I do this for a living now. Subaru outback is fairly simple......trust me, there are some that are much harder. Good job on getting it done.


----------



## JMichael (Dec 7, 2013)

I've done and/or helped friends do a few over the years. It really depends on the class hitch you're installing, what vehicle you're installing it on, and in some cases, the brand of the hitch. Not all hitches are created equal and some "kits" are more complete than others, or are easier to install because of the method or location they were designed to use to attach.


----------



## huntinfool (Dec 7, 2013)

JMichael said:


> I've done and/or helped friends do a few over the years. It really depends on the class hitch you're installing, what vehicle you're installing it on, and in some cases, the brand of the hitch. Not all hitches are created equal and some "kits" are more complete than others, or are easier to install because of the method or location they were designed to use to attach.


Very true!


----------



## lckstckn2smknbrls (Dec 7, 2013)

[url=https://www.tinboats.net/forum/viewtopic.php?p=336032#p336032 said:


> JMichael » Sat Dec 07, 2013 9:29 am[/url]"]I've done and/or helped friends do a few over the years. It really depends on the class hitch you're installing, what vehicle you're installing it on, and in some cases, the brand of the hitch. Not all hitches are created equal and some "kits" are more complete than others, or are easier to install because of the method or location they were designed to use to attach.
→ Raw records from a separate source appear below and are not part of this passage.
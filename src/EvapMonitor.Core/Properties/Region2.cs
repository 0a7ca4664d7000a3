using System.Runtime.CompilerServices;
using static EvapMonitor.Core.Properties.Region2Table;

namespace EvapMonitor.Core.Properties;

/// <summary>
/// Steam and vapour, IAPWS-IF97 region 2: R7-97(2012), section 6.1, equations 15 to 17, table 12; the ideal-gas coefficients are those of table 10.
/// Arguments are taken as they come; <see cref="Steam"/> guards the range.
/// </summary>
internal static class Region2
{
    private const double PressureScale = 1e6;
    private const double TemperatureScale = 540;

    private const double Ideal1 = -0.96927686500217e1; // J = 0
    private const double Ideal2 = 0.10086655968018e2; // J = 1
    private const double Ideal3 = -0.56087911283020e-2; // J = -5
    private const double Ideal4 = 0.71452738081455e-1; // J = -4
    private const double Ideal5 = -0.40710498223928; // J = -3
    private const double Ideal6 = 0.14240819171444e1; // J = -2
    private const double Ideal7 = -0.43839511319450e1; // J = -1
    private const double Ideal8 = -0.28408632460772; // J = 2
    private const double Ideal9 = 0.21268463753307e-1; // J = 3

    /// <summary>Specific enthalpy, J/kg: R·T·τ·(γ°τ + γʳτ), with the powers of π and τ - 0.5 scheduled by hand.</summary>
    [MethodImpl(MethodImplOptions.AggressiveInlining)]
    public static double Enthalpy(double pressure, double temperature)
    {
        var tau = TemperatureScale / temperature;
        var t = temperature * (1 / TemperatureScale);
        double t2 = t * t;
        var ideal = Sum(t2, Sum(t2, Sum(t2, -5 * Ideal3, Sum(t, -4 * Ideal4, -3 * Ideal5)), Sum(t, -2 * Ideal6, -Ideal7)), Ideal2)
            + tau * Sum(3 * Ideal9, tau, 2 * Ideal8);

        var s = tau - 0.5;
        double s2 = s * s, s3 = s2 * s, s4 = s2 * s2, s5 = s2 * s3, s6 = s3 * s3, s7 = s3 * s4;
        double s10 = s5 * s5, s12 = s6 * s6, s14 = s7 * s7, s15 = s5 * s10, s18 = s6 * s12, s19 = s12 * s7, s20 = s10 * s10, s24 = s12 * s12;
        double s25 = s15 * s10, s28 = s14 * s14, s34 = s20 * s14, s35 = s15 * s20, s38 = s19 * s19, s52 = s28 * s24, s56 = s28 * s28;
        double p = pressure * 1e-6, p2 = p * p, p3 = p2 * p, p4 = p2 * p2, p8 = p4 * p4, p16 = p8 * p8;

        var i1 = Sum(6 * N5, s5, Sum(Sum(3 * N4, s, 2 * N3), s, N2));
        var i2 = Sum(36 * N10, s35, Sum(Sum(7 * N9, s3, 4 * N8), s3, Sum(2 * N7, s, N6)));
        var i3 = Sum(35 * N15, s34, Sum(Sum(6 * N14, s3, 3 * N13), s2, N12));
        var i4 = Sum(Sum(3 * N18, s, 2 * N17), s, N16);
        var i5 = 7 * N19 * s6;
        var i6 = Sum(35 * N22, s34, Sum(16 * N21, s15, 3 * N20 * s2));
        var i7 = Sum(25 * N25, s24, 11 * N24 * s10);
        var i8 = s7 * Sum(36 * N27, s28, 8 * N26);
        var i9 = 13 * N28 * s12;
        var i10 = s3 * Sum(Sum(14 * N31, s4, 10 * N30), s6, 4 * N29);
        var i16 = s28 * Sum(50 * N33, s * s20, 29 * N32);
        var i18 = 57 * N34 * s56;
        var i20 = s19 * Sum(Sum(48 * N37, s3 * s10, 35 * N36), s15, 20 * N35);
        var i21 = 21 * N38 * s20;
        var i22 = 53 * N39 * s52;
        var i23 = 39 * N40 * s38;
        var i24 = s25 * Sum(Sum(58 * N43, s18, 40 * N42), s14, 26 * N41);

        var low = Sum(p2, Sum(p, i4, i3), Sum(p, i2, i1));
        var middle = Sum(p2, Sum(p, i8, i7), Sum(p, i6, i5)) + p4 * Sum(p, i10, i9);
        var steep = Sum(p2, i18, i16) + p4 * (Sum(p2, Sum(p, i23, i22), Sum(p, i21, i20)) + p4 * i24);
        var residual = Sum(p16, steep, p * Sum(p4, middle, low));
        return Steam.GasConstant * TemperatureScale * (ideal + residual);
    }

    /// <summary>γ and its derivatives by π and τ, ideal-gas part and residual part together.</summary>
    public static GibbsEnergy Gibbs(double pressure, double temperature)
    {
        double pi = pressure / PressureScale, tau = TemperatureScale / temperature, t = 1 / tau;
        var residual = GibbsSeries.Evaluate(pi, tau - 0.5, I, J, N);
        var value = double.Log(pi) + Ideal1 + tau * (Ideal2 + tau * (Ideal8 + tau * Ideal9))
            + t * (Ideal7 + t * (Ideal6 + t * (Ideal5 + t * (Ideal4 + t * Ideal3))));
        var slope = Ideal2 + tau * (2 * Ideal8 + tau * 3 * Ideal9)
            - t * t * (Ideal7 + t * (2 * Ideal6 + t * (3 * Ideal5 + t * (4 * Ideal4 + t * 5 * Ideal3))));
        var curvature = 2 * Ideal8 + 6 * Ideal9 * tau
            + t * t * t * (2 * Ideal7 + t * (6 * Ideal6 + t * (12 * Ideal5 + t * (20 * Ideal4 + t * 30 * Ideal3))));
        return new GibbsEnergy(residual.Value + value, residual.ByPressure + 1 / pi, residual.ByTemperature + slope,
            residual.ByTemperatureTwice + curvature, residual.ByBoth);
    }

    /// <summary>Specific volume, m³/kg.</summary>
    public static double Volume(double pressure, double temperature) =>
        Steam.GasConstant * temperature / PressureScale * Gibbs(pressure, temperature).ByPressure;

    /// <summary>Specific entropy, J/(kg·K).</summary>
    public static double Entropy(double pressure, double temperature)
    {
        var gibbs = Gibbs(pressure, temperature);
        return Steam.GasConstant * (TemperatureScale / temperature * gibbs.ByTemperature - gibbs.Value);
    }

    /// <summary>Isobaric heat capacity, J/(kg·K).</summary>
    public static double HeatCapacity(double pressure, double temperature)
    {
        var tau = TemperatureScale / temperature;
        return -Steam.GasConstant * tau * tau * Gibbs(pressure, temperature).ByTemperatureTwice;
    }

    /// <summary>∂h/∂p at constant temperature, J/(kg·Pa).</summary>
    public static double EnthalpyByPressure(double pressure, double temperature) =>
        Steam.GasConstant * TemperatureScale / PressureScale * Gibbs(pressure, temperature).ByBoth;

    /// <summary>Specific enthalpy with its slopes by pressure and temperature: R·T·τ·γτ, and those above.</summary>
    public static (double Value, double ByPressure, double ByTemperature) EnthalpyWithSlopes(double pressure, double temperature)
    {
        GibbsEnergy gibbs = Gibbs(pressure, temperature);
        double tau = TemperatureScale / temperature;
        return (Steam.GasConstant * TemperatureScale * gibbs.ByTemperature, Steam.GasConstant * TemperatureScale / PressureScale * gibbs.ByBoth,
            -Steam.GasConstant * tau * tau * gibbs.ByTemperatureTwice);
    }

    [MethodImpl(MethodImplOptions.AggressiveInlining)]
    private static double Sum(double factor, double other, double addend) => double.MultiplyAddEstimate(factor, other, addend);
}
It was a "Curt" brand hitch and it came with everything but the 17/32" drill bit. The hidden hitch and draw-tite hitch have a longer mounting flange that use the 2 existing holes in the frame. You will need a 1 1/8" hole saw to make the access hole into the frame which would be easier then grinding the existing hole larger.


----------



## johnnybassboat (Dec 8, 2013)

I have made modified and installed many hitches over the years. I used to work in a body shop and got all the bent ones off rear ended vehicles and put them on all kinds of cars and trucks, even a ford tempo one time. Now that I am older and wiser I just buy a pre-made ready to fit model usually from Curt. Installed one on my 2012 1500 Ram this last year, very simple. Next in line is the wifes 2012 nissan Altima will be a little more involved, drop exhaust, open up a couple holes in the frame rails and snake in the mounting plates. Hope it goes fast, will only hold our bike rack so not much weight on it.


----------



## huntinfool (Dec 8, 2013)

That Nissan is fairly easy. Get some fish wires to pull the bolts and plates through the frame, makes life real simple!


----------



## DrNip (Dec 8, 2013)

2011 Kia Sportage was over all a breeze. The hitch holes didn't quite line up with the holes in the frame. I had to bore out one set of holes to allow the hitch to install. The wiring harness was more of a chore.


----------



## fish devil (Dec 8, 2013)

:twisted: I've done three jeeps over the years. They are super easy to mount. Use existing holes with the Hidden Hitch brand. Get the T-connectors for the lights.


----------



## Lowe 2070 CC (Dec 9, 2013)

A Porsche and a Prius. Alex, I'll take "what are the two least likely vehicles to be seen pulling a boat trailer for $200" :LOL2:


----------



## lckstckn2smknbrls (Dec 9, 2013)

[url=https://www.tinboats.net/forum/viewtopic.php?p=336163#p336163 said:


> Lowe 2070 CC » Mon Dec 09, 2013 9:48 am[/url]"]A Porsche and a Prius. Alex, I'll take "what are the two least likely vehicles to be seen pulling a boat trailer for $200" :LOL2:


The Porsche was raced in scca parking lot events. The trailer it was pulling had racing tires, tools and a canopy. Once or twice it did move my 1436 jon boat.
The Prius towed my 1968 14' StarCraft Falcon 200 miles from Green bay Wi to home. The mileage did drop a little but it was no problem.
Mostly it's used to tow a 4x8 utility trailer to pick up thing to large to fit inside. 
Sorry no pictures of either.


----------



## JL8Jeff (Dec 9, 2013)

I've done a few Toyota trucks and 4Runners but the most fun was my 1993 Camaro Z28 Indy 500 Pace Car and then I put the same hitch on my 2000 Camaro SS. I still have that hitch since I figure I will probably get another Camaro some day (I've been through 25-30 so far).


----------



## lovedr79 (Dec 10, 2013)

I have done several, the jeep wrangler I had was by far the easiest


----------



## fender66 (Dec 10, 2013)

[url=https://www.tinboats.net/forum/viewtopic.php?p=336163#p336163 said:


> Lowe 2070 CC » Yesterday, 09:48[/url]"]A Porsche and a Prius. Alex, I'll take "what are the two least likely vehicles to be seen pulling a boat trailer for $200" :LOL2:



Never say Never...... :LOL2:


----------



## nlester (Dec 10, 2013)

I have found etrailer.com a good resource for trailer hitches at good prices with quick delivery. Mine have included some special tools for installation that you might not have laying around the house, like wires with coils for bolts, so you can pull bolts through the frame and into a hole where you can bolt on the hitch.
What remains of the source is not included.